Comme je l’ai dit au début de mon propos, globaliser les gens est une erreur. Je suis ce que je suis parce que c’est mon caractère intrinsèque. Ce n’est pas parce que je viens de tel ou tel pays, ou parce que j’appartiens à tel ou tel groupe. Des « Tingmbissi » tricheurs, voleurs menteurs, j’en connais un paquet. Des « Diaspo » humains, et sacrément humains alors, j’en connais des tonnes. Cela dit, il faut avoir également l’honnêteté de dire que l’arrivée des « Diaspo » ne pouvait se faire sans quelque difficulté. C’est la nature humaine qui est comme ça.

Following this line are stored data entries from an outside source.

/**
 * Bundles the server (with its migrations) into `dist/server/main.mjs` for `npm start`: plain
 * Node then runs it, without a TypeScript loader in memory. npm packages stay external.
 */
import { build } from 'esbuild';

export const SERVER_BUNDLE = 'dist/server/main.mjs';

export async function buildServer(): Promise<void> {
  await build({
    entryPoints: ['server/main.ts'],
    outfile: SERVER_BUNDLE,
    bundle: true,
    platform: 'node',
    format: 'esm',
    target: 'node20',
    packages: 'external',
    sourcemap: 'linked',
    logLevel: 'warning',
  });
}

if (import.meta.url === `file://${process.argv[1]}`) {
  await buildServer();
  console.log(`built ${SERVER_BUNDLE}`);
}
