/**
 * `npm run backup -- DIR`: a consistent backup of the installation named by `DB_FILE` and
 * `UPLOADS_DIR` into the new or empty folder DIR, while the server runs (server/backup/backup.ts).
 */
import path from 'node:path';
import { loadConfig } from '../server/config';
import { BackupError, backupInstallation } from '../server/backup/backup';
import { localMediaStore } from '../server/storage/local-media-store';

const dir = process.argv[2];
if (!dir) {
  console.error('usage: npm run backup -- DIR   (DIR: a new or empty folder)');
  process.exit(2);
}
const config = loadConfig();
if (config.databaseUrl || config.s3) {
  console.error(
    `npm run backup copies a one-machine installation (SQLite file and media folder). With DATABASE_URL or S3_BUCKET set, use the engines' own tools: pg_dump / pg_restore for the database and the object store's replication or versioning for the bucket.`,
  );
  process.exit(2);
}
try {
  await backupInstallation({
    dbFile: config.dbFile,
    store: localMediaStore(config.uploadsDir),
    dir: path.resolve(dir),
    progress: (line) => console.log(line),
  });
} catch (err) {
  if (!(err instanceof BackupError)) throw err;
  console.error(`backup refused: ${err.message}`);
  process.exit(1);
}
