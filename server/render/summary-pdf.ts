import type { ComparisonRow, Measure, ReferenceBand } from '../../src/contracts/measures';
import { DEFAULT_REFERENCE_BANDS, findBand } from '../../src/kinematics/bands';
import { thresholdText, verdictText } from '../../src/kinematics/comparison';
import { bandRange, formatMeasure, formatValue, sidedLabel } from '../../src/kinematics/format';
import { newPdfDocument } from './fonts';
import { INK, MARGIN, MUTED, pdfLayout } from './pdf-layout';
import { drawLogoTopRight } from './pdf-letterhead';
import type { LogoImage } from '../clinic/clinic-brand';

/** One visit's facts for the header table. */
export interface SummaryVisit {
  /** "Baseline · 6 Oct 2026". */
  label: string;
  surface: string;
  /** "3.06 m/s (11.0 km/h)" or "Not recorded". */
  speed: string;
  incline: string | null;
  shoes: string | null;
}

/** A still to place in the PDF. */
export interface SummaryStill {
  /** PNG bytes or path. */
  image: Buffer | string;
  width: number;
  height: number;
  caption: string;
}

/** Everything the visit summary shows; assembled by the summaries service. */
export interface SummaryDocument {
  clinicName: string;
  /** The clinic's logo (PNG with transparency), top right of the first page. */
  clinicLogo?: LogoImage | null;
  /** The clinic's legal name, address, tax number and contact line, under its name. */
  clinicLegalLines?: string[];
  athleteName: string;
  title: string;
  /** Date the PDF was made, shown in the header ("1 Dec 2026"). */
  issuedOn: string;
  coachName: string;
  /** The assessment (a single visit), or [baseline, re-test] for a comparison. */
  visits: SummaryVisit[];
  /** Per clip of a single visit: its measures (empty list = not measured). */
  measures: { heading: string; measures: Measure[] }[];
  /** Rows of a comparison (only for two visits). */
  comparison: ComparisonRow[] | null;
  /** The clinic's reference bands, for the comparison's band column (default: the cited defaults). */
  bands?: ReferenceBand[];
  stills: SummaryStill[];
  findings: string;
  planText: string;
  caution: string;
}

/** Plain-language caution printed on every summary (DESIGN.md "Safety and privacy"). */
export const SUMMARY_CAUTION =
  'These figures and notes support, and do not replace, the judgement of your licensed clinician. ' +
  'Stop any exercise that causes sharp or worsening pain and contact your clinician. ' +
  'Follow the regulations that apply where you are treated.';

const POSITION_TEXT = { below: 'Below', within: 'Within', above: 'Above' } as const;

/**
 * Text typed by people (names, findings, plan) as the PDF can print it: emoji (with their skin
 * tones, flags, joiners and variation selectors) have no glyph in a text face and would print as
 * boxes, so they are left out; signs such as © or ↔ stay.
 */
export function printable(text: string): string {
  return text.replace(/[\p{Emoji_Presentation}\p{Emoji_Modifier}\p{Regional_Indicator}\uFE0F\u200D]/gu, '');
}

/**
 * A citation as a patient document prints it: plainly, without the evidence tags the app shows
 * ([pub], [mem] …); a figure derived from a published one says how.
 */
export function plainCitation(source: string, evidence: string, derivation?: string): string {
  // Working notes about how a citation was checked ("author list from memory") stay in the app.
  const plain = source.replace(/\s*\([^)]*\bfrom memory\b[^)]*\)/gi, '').trim();
  return evidence === 'calc' && derivation ? `${plain}. ${derivation}` : plain;
}

/** "Heiderscheit et al. 2011" from a full citation: its first part, shortened for a table cell. */
export function shortCitation(source: string): string {
  const first = source.split(/[,;:(]/)[0]!.trim();
  return first.length > 48 ? `${first.slice(0, 47).trimEnd()}…` : first;
}

/** Numbered sources in order of first use; `ref` gives a citation's number. */
function sourceList() {
  const numbers = new Map<string, number>();
  return {
    ref(citation: string): number {
      let n = numbers.get(citation);
      if (n === undefined) numbers.set(citation, (n = numbers.size + 1));
      return n;
    },
    entries: () => [...numbers].map(([text, n]) => ({ n, text })),
  };
}

const labelOf = (m: { label: string; side: 'left' | 'right' | null }) => sidedLabel(m.label, m.side);

/** Renders the visit summary PDF (A4, pdfkit, the complete Source Sans 3 faces). */
export async function renderSummaryPdf(
  doc0: SummaryDocument,
  onProgress?: (f: number) => void | Promise<void>,
): Promise<{ pdf: Buffer; pageCount: number }> {
  const athleteName = printable(doc0.athleteName);
  const clinicName = printable(doc0.clinicName);
  const doc = await newPdfDocument({
    size: 'A4',
    margins: { top: MARGIN, bottom: MARGIN + 20, left: MARGIN, right: MARGIN },
    bufferPages: true,
    info: { Title: `${doc0.title} - ${athleteName}`, Author: clinicName, Creator: 'Trailframe' },
  });
  const chunks: Buffer[] = [];
  doc.on('data', (c: Buffer) => chunks.push(c));
  const ended = new Promise<void>((resolve, reject) => {
    doc.on('end', () => resolve());
    doc.on('error', reject);
  });
  const L = pdfLayout(doc);
  const { width } = L;
  const sources = sourceList();
  const bandCell = (band: ReferenceBand) =>
    `${bandRange(band)}\n${shortCitation(band.source)} [${sources.ref(plainCitation(band.source, band.evidence))}]`;

  // ── Header ──
  const headWidth = width - drawLogoTopRight(doc, doc0.clinicLogo ?? null, MARGIN);
  doc.font('semibold').fontSize(10).fillColor(MUTED).text(clinicName, MARGIN, MARGIN, { width: headWidth });
  const legal = (doc0.clinicLegalLines ?? []).map(printable).filter((l) => l && l !== clinicName);
  if (legal.length) doc.font('regular').fontSize(8).fillColor(MUTED).text(legal.join(' · '), { width: headWidth });
  doc.font('bold').fontSize(22).fillColor(INK).text(doc0.title, { width: headWidth });
  doc.font('regular').fontSize(12).fillColor(INK).text(`Athlete: ${athleteName}`, { width });
  doc
    .font('regular')
    .fontSize(10)
    .fillColor(MUTED)
    .text(`Prepared by ${printable(doc0.coachName)} on ${doc0.issuedOn}`, { width });

  // ── Caution ──
  doc.moveDown(0.8);
  const cautionTop = doc.y;
  doc.font('semibold').fontSize(9.5);
  const cautionH = doc.heightOfString(doc0.caution, { width: width - 20 }) + 16;
  doc.rect(MARGIN, cautionTop, width, cautionH).fill('#FFF6E5');
  doc.fillColor('#6B4A00').text(doc0.caution, MARGIN + 10, cautionTop + 8, { width: width - 20 });
  doc.y = cautionTop + cautionH;

  // ── Visit facts ──
  const factCols = [{ title: '', width: 110 }, ...doc0.visits.map((v) => ({ title: v.label, width: (width - 110) / doc0.visits.length }))];
  const factRows = [
    ['Surface', ...doc0.visits.map((v) => v.surface)],
    ['Speed', ...doc0.visits.map((v) => v.speed)],
    ['Incline', ...doc0.visits.map((v) => v.incline ?? 'Not recorded')],
    ['Shoes', ...doc0.visits.map((v) => printable(v.shoes ?? '') || 'Not recorded')],
  ];
  L.heading(doc0.visits.length > 1 ? 'Visits compared' : 'Visit', L.tableLead(factCols, factRows));
  L.table(factCols, factRows);
  await onProgress?.(0.15);

  // ── Findings ──
  const findings = printable(doc0.findings);
  L.heading('Findings', L.paragraphLead(findings));
  L.paragraph(findings, 'No findings written.');

  // ── Measures ──
  const measuresTitle = doc0.comparison ? 'Measures: Baseline and Re-test' : 'Measures';
  if (doc0.comparison) {
    const rows = doc0.comparison.filter((r) => r.verdict !== 'not_measured' || r.baseline !== null || r.retest !== null);
    const bands = doc0.bands ?? DEFAULT_REFERENCE_BANDS;
    if (rows.length === 0) {
      const empty = 'Not measured: no steps were marked on the clips of these visits.';
      L.heading(measuresTitle, L.paragraphLead(empty));
      L.paragraph('', empty);
    } else {
      const cols = [
        { title: 'Measure', width: 118 },
        { title: 'Baseline', width: 52 },
        { title: 'Re-test', width: 52 },
        { title: 'Change', width: 50 },
        { title: 'Reference band', width: 98 },
        { title: 'Against measurement error', width: width - 370 },
      ];
      const cells = rows.map((r) => {
        const band = findBand(bands, r.key, r.unit);
        const threshold = r.threshold
          ? ` (threshold ${thresholdText(r.threshold)}) [${sources.ref(plainCitation(r.threshold.source, r.threshold.evidence, r.threshold.derivation))}]`
          : '';
        return [
          labelOf(r),
          formatValue(r.baseline, r.unit),
          formatValue(r.retest, r.unit),
          r.change === null ? 'Not measured' : formatValue(r.change, r.unit, { signed: true }),
          band ? bandCell(band) : 'None',
          `${verdictText(r)}${threshold}`,
        ];
      });
      L.heading(measuresTitle, L.tableLead(cols, cells));
      L.table(cols, cells);
    }
  } else if (doc0.measures.every((c) => c.measures.every((m) => m.status !== 'ok'))) {
    const empty = 'Not measured: no steps were marked on this visit’s clips, so there are no figures yet.';
    L.heading(measuresTitle, L.paragraphLead(empty));
    L.paragraph('', empty);
  } else {
    const cols = [
      { title: 'Measure', width: 150 },
      { title: 'Mean ± SD (steps)', width: 105 },
      { title: 'Reference band', width: 150 },
      { title: 'Where it sits', width: width - 405 },
    ];
    doc0.measures.forEach((clip, i) => {
      const measured = clip.measures.filter((m) => m.status === 'ok');
      const rows = measured.map((m) => [
        labelOf(m),
        `${formatMeasure(m)} (n = ${m.n})`,
        m.band ? bandCell(m.band.band) : 'None',
        m.band ? POSITION_TEXT[m.band.position] : '',
      ]);
      const empty = 'Not measured: no steps were marked on this clip.';
      const lead = measured.length ? L.tableLead(cols, rows) : L.paragraphLead(empty);
      const sub = doc0.measures.length > 1 ? 30 : 0;
      if (i === 0) L.heading(measuresTitle, sub + lead);
      if (sub) L.subheading(clip.heading, lead);
      if (measured.length === 0) {
        L.paragraph('', empty);
        return;
      }
      L.table(cols, rows);
      const missing = clip.measures.length - measured.length;
      if (missing > 0) {
        const note = `${missing} further ${missing === 1 ? 'measure was' : 'measures were'} not measured (no marked steps) and ${missing === 1 ? 'is' : 'are'} left out.`;
        doc.font('italic').fontSize(9);
        L.ensure(doc.heightOfString(note, { width }) + 4);
        doc.fillColor(MUTED).text(note, MARGIN, doc.y + 4, { width });
      }
    });
  }
  await onProgress?.(0.3);

  // ── Stills ──
  // Two stills fit a page; the caption is part of the rendered image.
  const placed = doc0.stills.map((still) => {
    const scale = Math.min(width / still.width, 300 / still.height);
    return { still, w: still.width * scale, h: still.height * scale };
  });
  for (const [i, { still, w, h }] of placed.entries()) {
    if (i === 0) L.heading('Annotated stills', h + 14);
    else L.ensure(h + 14);
    const y = doc.y + 4;
    doc.image(still.image, MARGIN + (width - w) / 2, y, { width: w, height: h });
    doc
      .rect(MARGIN + (width - w) / 2, y, w, h)
      .lineWidth(0.5)
      .strokeColor('#C9D4D0')
      .stroke();
    doc.x = MARGIN;
    doc.y = y + h + 10;
    await onProgress?.(0.3 + (0.5 * (i + 1)) / placed.length);
  }

  // ── Plan ──
  const plan = printable(doc0.planText);
  L.heading('Plan', L.paragraphLead(plan));
  L.paragraph(plan, 'No plan written for this visit.');

  // ── Sources ──
  const list = sources.entries();
  if (list.length) {
    doc.font('regular').fontSize(9);
    const item = (e: { n: number; text: string }) => `[${e.n}] ${e.text}`;
    L.heading('Sources of reference bands and thresholds', doc.heightOfString(item(list[0]!), { width }) + 2);
    for (const e of list) {
      doc.font('regular').fontSize(9);
      L.ensure(doc.heightOfString(item(e), { width }) + 2);
      doc.fillColor(INK).text(item(e), MARGIN, doc.y, { width });
      doc.y += 2;
    }
  }

  // ── Footer on every page ──
  const range = doc.bufferedPageRange();
  for (let i = range.start; i < range.start + range.count; i++) {
    doc.switchToPage(i);
    const y = doc.page.height - MARGIN + 2;
    // Writing in the bottom margin must not start a new page.
    const savedBottom = doc.page.margins.bottom;
    doc.page.margins.bottom = 0;
    doc
      .font('regular')
      .fontSize(8)
      .fillColor(MUTED)
      .text(`${athleteName} · ${doc0.title} · ${clinicName} · page ${i + 1} of ${range.count}`, MARGIN, y, {
        width,
        align: 'center',
        lineBreak: false,
      });
    doc.page.margins.bottom = savedBottom;
  }
  doc.end();
  await ended;
  await onProgress?.(1);
  return { pdf: Buffer.concat(chunks), pageCount: range.count };
}
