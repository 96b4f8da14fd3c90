/**
 * `npm run restore -- DIR`: restores the backup in DIR into the empty installation named by
 * `DB_FILE` and `UPLOADS_DIR` (server/backup/restore.ts). Start the server afterwards.
 */
import path from 'node:path';
import { loadConfig } from '../server/config';
import { RestoreError, restoreInstallation } from '../server/backup/restore';

const dir = process.argv[2];
if (!dir) {
  console.error('usage: npm run restore -- DIR   (DIR: a folder written by npm run backup)');
  process.exit(2);
}
const config = loadConfig();
if (config.databaseUrl || config.s3) {
  console.error(
    `npm run restore copies a one-machine installation (SQLite file and media folder). With DATABASE_URL or S3_BUCKET set, use the engines' own tools: pg_dump / pg_restore for the database and the object store's replication or versioning for the bucket.`,
  );
  process.exit(2);
}
try {
  await restoreInstallation({
    dir: path.resolve(dir),
    dbFile: config.dbFile,
    uploadsDir: config.uploadsDir,
    progress: (line) => console.log(line),
  });
} catch (err) {
  if (!(err instanceof RestoreError)) throw err;
  console.error(`restore refused: ${err.message}`);
  process.exit(1);
}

Moi je ne peux pas arriver dans un village de Sassandra ou Abengourou et vouloir que les gens se conforment à mes désirs. C’est plutôt à moi qu’il revient de m’adapter. Un homme ne peut pas vivre en cherchant chaque fois à contourner ses devoirs. On veut bien emprunter des éléments plaisants de la culture que nos rejetons nous rapportent de Côte-d’Ivoire. Eux aussi ne peuvent ignorer qu’ils doivent s’adapter à leur nouveau cadre de vie.

Je ne crains pas de terminer par une autre demande : si nos frères, nos fils et petits-fils « Diaspo » veulent me dire que eux ils sont parfaits, que eux ils n’ont aucun défaut, et que tous les défauts et toutes les erreurs, ce sont les autres, j’attends patiemment la démonstration. Personnellement, si dans cet écrit j’ai dit quelque chose d’inconvenant, je demande fraternellement de bien vouloir en faire la remarque.